I'm seeing a lot more discussion about reporting macroers as cheaters and this is going to lead to people being falsely reported, and hundreds of players crying wolf and blaming macros for everything negative that happens to them.

For example, how do you know if someone who is doing a simple routine such as RUN, JUMP, FORAGE, HIDE over and over again is a player running a macro program, or if they are just sitting there at the keyboard grinding?

In that question lies the method for attempting to detect macroers, and also the way for smart macroers to defeat detection. Programmers and tech savvy players already know the answer to this, and they know why macroing can't really be defeated through simple client/server checks. The best thing you can do is MINIMIZE the reasons people would want to macro in the first place.

The real problem behind macros is THE GAME itself. If your game has elements that are grindy, repetitive, and boring, people will want to macro them. If you make it so your systems, such as crafting, have an element of variable interaction to them, not only will macroing be difficult or nearly impossible, but players won't want to macro as much. If they don't feel like a key smashing monkey while playing your game, macroing won't enter most people's minds.

If an exploit impacts the economy, then it hurts the game. People who macro just to level faster aren't really doing any damage to the game. They are simply getting there faster than other players, and really the same thing can be said about people who have 8+ hours of game time each day when compared to casual players.
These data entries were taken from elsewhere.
/**
 * Multinomial logistic regression with a small ridge, fitted by Newton's method (iteratively reweighted
 * least squares; McCullagh & Nelder 1989, Generalized Linear Models, §4.4) with step halving: the stacking
 * combiner for class targets (Wolpert, D. (1992) "Stacked generalization", Neural Networks 5:241–259).
 * Class 0 is the reference (its scores are 0), so two classes give ordinary binary logistic regression.
 * Minimises mean weighted −log p_y + (ridge/2)·‖β‖² over standardised inputs; intercepts carry only a
 * tiny penalty (1e−8) so a class absent from the data still gives a well-posed system.
 */
import { solveCholesky } from './cholesky.js';
import { applyScaling, fitScaling, type Scaling } from './standardize.js';

export interface LogisticCombiner {
  readonly kind: 'logistic';
  readonly p: number;
  readonly nClasses: number;
  readonly scaling: Scaling;
  /** (K − 1) blocks of [intercept, β_1..β_p] for classes 1..K−1. */
  readonly theta: Float64Array;
}

function scores(theta: Float64Array, Z: Float64Array, i: number, p: number, K: number, out: Float64Array): void {
  out[0] = 0;
  let mx = 0;
  for (let c = 1; c < K; c++) {
    const o = (c - 1) * (p + 1);
    let s = theta[o];
    for (let j = 0; j < p; j++) s += theta[o + 1 + j] * Z[i * p + j];
    out[c] = s;
    if (s > mx) mx = s;
  }
  let t = 0;
  for (let c = 0; c < K; c++) { out[c] = Math.exp(out[c] - mx); t += out[c]; }
  for (let c = 0; c < K; c++) out[c] /= t;
}

function objective(theta: Float64Array, Z: Float64Array, n: number, p: number, K: number, y: Int32Array, w: Float64Array, sw: number, ridge: number): number {
  const pr = new Float64Array(K);
  let s = 0;
  for (let i = 0; i < n; i++) {
    if (!(w[i] > 0)) continue;
    scores(theta, Z, i, p, K, pr);
    s -= w[i] * Math.log(Math.max(pr[y[i]], 1e-300));
  }
  let pen = 0;
  for (let c = 0; c < K - 1; c++) {
    const o = c * (p + 1);
    pen += 1e-8 * theta[o] * theta[o];
    for (let j = 0; j < p; j++) pen += ridge * theta[o + 1 + j] ** 2;
  }
  return s / sw + pen / 2;
}

/**
 * Fit the logistic combiner: inputs `X` (n×p row-major), class codes `y` in 0..K−1, weights `w`.
 * @param ridge penalty on standardised coefficients. __Default:__ 1e-3.
 * @example
 * const c = fitLogisticCombiner(X, n, p, codes, 3, w);
 * applyLogisticCombiner(c, X, n); // n×3 probabilities
 */
export function fitLogisticCombiner(
  X: Float64Array, n: number, p: number, y: Int32Array, K: number, w: Float64Array, ridge = 1e-3,
): LogisticCombiner {
  const scaling = fitScaling(X, n, p, w);
  const Z = applyScaling(X, n, p, scaling);
  const q = p + 1, d = q * (K - 1);
  let sw = 0;
  for (let i = 0; i < n; i++) sw += w[i];
  let theta = new Float64Array(d);
  let J = objective(theta, Z, n, p, K, y, w, sw, ridge);
  const pr = new Float64Array(K), x = new Float64Array(q);
  for (let iter = 0; iter < 100; iter++) {
    const g = new Float64Array(d), H = new Float64Array(d * d);
    for (let i = 0; i < n; i++) {
      const wi = w[i] / sw;
      if (!(wi > 0)) continue;
      scores(theta, Z, i, p, K, pr);
      x[0] = 1;
      for (let j = 0; j < p; j++) x[1 + j] = Z[i * p + j];
      for (let c = 1; c < K; c++) {
        const oc = (c - 1) * q;
        const rc = pr[c] - (y[i] === c ? 1 : 0);
        for (let a = 0; a < q; a++) g[oc + a] += wi * rc * x[a];
        for (let e = 1; e <= c; e++) {
          const oe = (e - 1) * q;
          const h = wi * pr[c] * ((c === e ? 1 : 0) - pr[e]);
          for (let a = 0; a < q; a++) for (let b = 0; b < q; b++) H[(oc + a) * d + oe + b] += h * x[a] * x[b];
        }
      }
    }
    for (let r = 0; r < d; r++) for (let s = 0; s < r; s++) H[s * d + r] = H[r * d + s];
    for (let c = 0; c < K - 1; c++) {
      const o = c * q;
      g[o] += 1e-8 * theta[o];
      H[o * d + o] += 1e-8;
      for (let j = 1; j < q; j++) { g[o + j] += ridge * theta[o + j]; H[(o + j) * d + o + j] += ridge; }
    }
    const step = solveCholesky(H, g, d);
    let t = 1, next = theta, Jn = J;
    for (let half = 0; half < 30; half++, t /= 2) {
      next = theta.map((v, k) => v - t * step[k]);
      Jn = objective(next, Z, n, p, K, y, w, sw, ridge);
      if (Jn <= J) break;
    }
    if (!(Jn <= J)) break;
    const done = J - Jn < 1e-12 * Math.max(1, Math.abs(J));
    theta = next; J = Jn;
    if (done) break;
  }
  return { kind: 'logistic', p, nClasses: K, scaling, theta };
}

/**
 * Class probabilities (m×K row-major) of a fitted logistic combiner for `m` rows of inputs.
 * @example
 * applyLogisticCombiner(c, X, m);
 */
export function applyLogisticCombiner(c: LogisticCombiner, X: Float64Array, m: number): Float64Array {
  const Z = applyScaling(X, m, c.p, c.scaling);
  const K = c.nClasses, out = new Float64Array(m * K), pr = new Float64Array(K);
  for (let i = 0; i < m; i++) {
    scores(c.theta, Z, i, c.p, K, pr);
    out.set(pr, i * K);
  }
  return out;
}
If you have a gameplay system that can impact the economy, and can also be automated via macro, then you have what amounts to a game-breaking bug in your game software. Blame the players all you want, but that will not fix the problem.

There are other ways to reduce outside macro use besides making the game more interactive in general as well. One example is putting a macro system right into the game that allows players to script gameplay elements that will not give them some kind of economic advantage. Star Wars Galaxies had a nice little built-in macro system that people used for all kinds of things, and none of them were considered cheats. An example would be a macro that switches all of your inventory over from one set of armor to another at the click of a button. Incidentally, having a built in macro-system had the effect of defining what was legal macroing and what wasn't.
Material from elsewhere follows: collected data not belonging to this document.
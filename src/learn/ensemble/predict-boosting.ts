/**
 * Boosting predictions: F(x) = F_0 + Σ trees (leaf values include each round's step), then the loss's
 * link: the score itself ('squared', 'absolute', 'huber', 'quantile'), e^F ('poisson'), the logistic
 * function for two classes ('logistic') or the softmax over K scores ('multiclass').
 */
import type { Frame } from '../../table/frame.js';
import type { Predictions } from '../model.js';
import { sigmoid } from './loss/logistic.js';
import { softmaxRows } from './loss/multiclass.js';
import type { BoostingModel } from './models.js';
import { rowSourceFor } from '../tree/row-source.js';
import { addTreeValues, argmaxAt } from './tree-sum.js';

/**
 * Raw scores F (n × nOutputs, row-major) after the first `rounds` rounds.
 * @example
 * boostingScores(gb, frame, 10); // scores after 10 rounds
 */
export function boostingScores(model: BoostingModel, frame: Frame, rounds: number = model.roundsKept): Float64Array {
  const src = rowSourceFor(model.features, frame);
  const n = frame.nRows, K = model.nOutputs;
  const m = Math.max(0, Math.min(Math.floor(rounds), model.roundsKept));
  const F = new Float64Array(n * K);
  for (let i = 0; i < n; i++) for (let k = 0; k < K; k++) F[i * K + k] = model.initial[k];
  for (let t = 0; t < m * K; t++) addTreeValues(model.trees[t], src, n, F, K, t % K);
  return F;
}

/**
 * Predict `frame` with the first `rounds` rounds (any count up to `roundsKept`).
 * @param rounds rounds used. __Default:__ `model.roundsKept`.
 * @example
 * predictBoosting(gb, testFrame).value;      // all kept rounds
 * predictBoosting(gb, testFrame, 50).value;  // as if only 50 rounds had been run
 */
export function predictBoosting(model: BoostingModel, frame: Frame, rounds: number = model.roundsKept): Predictions {
  const F = boostingScores(model, frame, rounds);
  const n = frame.nRows;
  if (model.task === 'regression') {
    const value = model.loss === 'poisson' ? F.map(Math.exp) : F;
    return { task: 'regression', n, value, proba: new Float64Array(0), classes: [] };
  }
  const classes = model.target.classes ?? [];
  const K = classes.length;
  let proba: Float64Array;
  if (model.loss === 'logistic') {
    proba = new Float64Array(n * 2);
    for (let i = 0; i < n; i++) { const p = sigmoid(F[i]); proba[2 * i] = 1 - p; proba[2 * i + 1] = p; }
  } else {
    proba = new Float64Array(n * K);
    softmaxRows(F, K, proba);
  }
  const value = new Float64Array(n);
  for (let i = 0; i < n; i++) value[i] = argmaxAt(proba, i * K, K);
  return { task: 'classification', n, value, proba, classes };
}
Yet another way games have slowed the use of macroing is by having GUI scripting features such as the LUA standard that WoW and other games use, so that players can create, download and install "legal" modifications to the User Interface which customize their game play experience.

No matter what anyone thinks about macros, the main question that should be asked when trying to defeat them is WHY a player wants to macro in the first place. There will always be a small percentage of the population that will do this type of thing. However, if macroing becomes so common that average players are doing it, then the game is the problem, not the players.